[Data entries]
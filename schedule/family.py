"""Synthesis of the controller family over the envelope at one common gamma.

Two phases, both split into fixed chunks of point indices (so the result is
the same bit for bit whatever the backend or number of workers, and an
interrupted run can resume chunk by chunk):

1. **gamma phase** - the optimal gamma of every operating point's
   generalized plant by the Riccati gamma-iteration (Glover and Doyle 1988;
   Doyle, Glover, Khargonekar and Francis 1989, "DGKF"; Zhou, Doyle and Glover
   1996, ch. 16-17): gamma is feasible when the two Hamiltonians give
   stabilizing X >= 0 and Y >= 0 and rho(XY) < gamma^2. A point whose model
   raised, holds NaN, violates a rank / imaginary-axis condition or whose
   iteration fails is marked "failed" with a one-line reason; the run goes on.
2. **controller phase** - the common gamma (policy ``"common"``:
   ``max(gamma_opt over ok points) * (1 + margin)``; policy ``"fixed"``: the
   given value, points with ``gamma_opt >= value`` fail), then the central
   controller at that gamma at every ok point, keeping its observer-form
   pieces (state-feedback gain, worst-disturbance gain, observer gain, Z)
   for observer-form interpolation (Stilwell and Rugh 1999).

Results of finished chunks go to a sidecar partial file (``<out stem>.partial.h5``,
rewritten atomically) so a killed run restarted with ``resume=True`` only
computes what is missing; the family file itself is written atomically at
the end.
"""

from __future__ import annotations

import hashlib
import os
import time
from collections.abc import Callable, Sequence
from dataclasses import dataclass, field
from pathlib import Path
from typing import Any

import numpy as np

from .errors import InputError, ScheduleError
from .parallel import prestart, run_chunks
from .store import CONTROLLER_KEYS, PLANT_KEYS, read_partial, write_family, write_partial
from .types import Family, SchedulingVariable, point_text

__all__ = ["design_family", "run_design", "extend_family", "synthesize_family",
           "common_gamma", "partial_path", "DesignRun", "CHUNK_SIZE"]

CHUNK_SIZE = 128  # points per chunk; fixed so results never depend on the backend
PARTIAL_WRITE_INTERVAL = 0.2  # seconds between rewrites of the partial file

Progress = Callable[[str, int, int], None]


@dataclass
class DesignRun:
    """What a design run did: the family plus counts for the summary.

    ``computed_gamma`` / ``computed_controllers`` count the points computed in
    THIS run; ``resumed_gamma`` / ``resumed_controllers`` those taken from the
    partial file of an earlier, interrupted run.
    """

    family: Family
    computed_gamma: int = 0
    computed_controllers: int = 0
    resumed_gamma: int = 0
    resumed_controllers: int = 0
    seconds: float = 0.0
    interpolant_error: str = ""
    notes: list[str] = field(default_factory=list)


# ----------------------------------------------------------------------------- chunk workers
def _plant_objects(stack: dict[str, np.ndarray]) -> list:
    from .plant import GeneralizedPlant

    k = stack["A"].shape[0]
    stack = {key: np.asarray(stack[key], dtype=np.float64) for key in PLANT_KEYS}
    # the stacks hold plants validated when they were built: no second validation here
    return [GeneralizedPlant.from_validated({key: stack[key][i] for key in PLANT_KEYS})
            for i in range(k)]


def _one_line(exc: BaseException) -> str:
    text = " ".join(str(exc).split()) or type(exc).__name__
    return text if isinstance(exc, ScheduleError) else f"{type(exc).__name__}: {text}"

[What is expected]
Return, from the data above, each line in which the string "workers" appears.

[Task answer]
the same bit for bit whatever the backend or number of workers, and an
# ----------------------------------------------------------------------------- chunk workers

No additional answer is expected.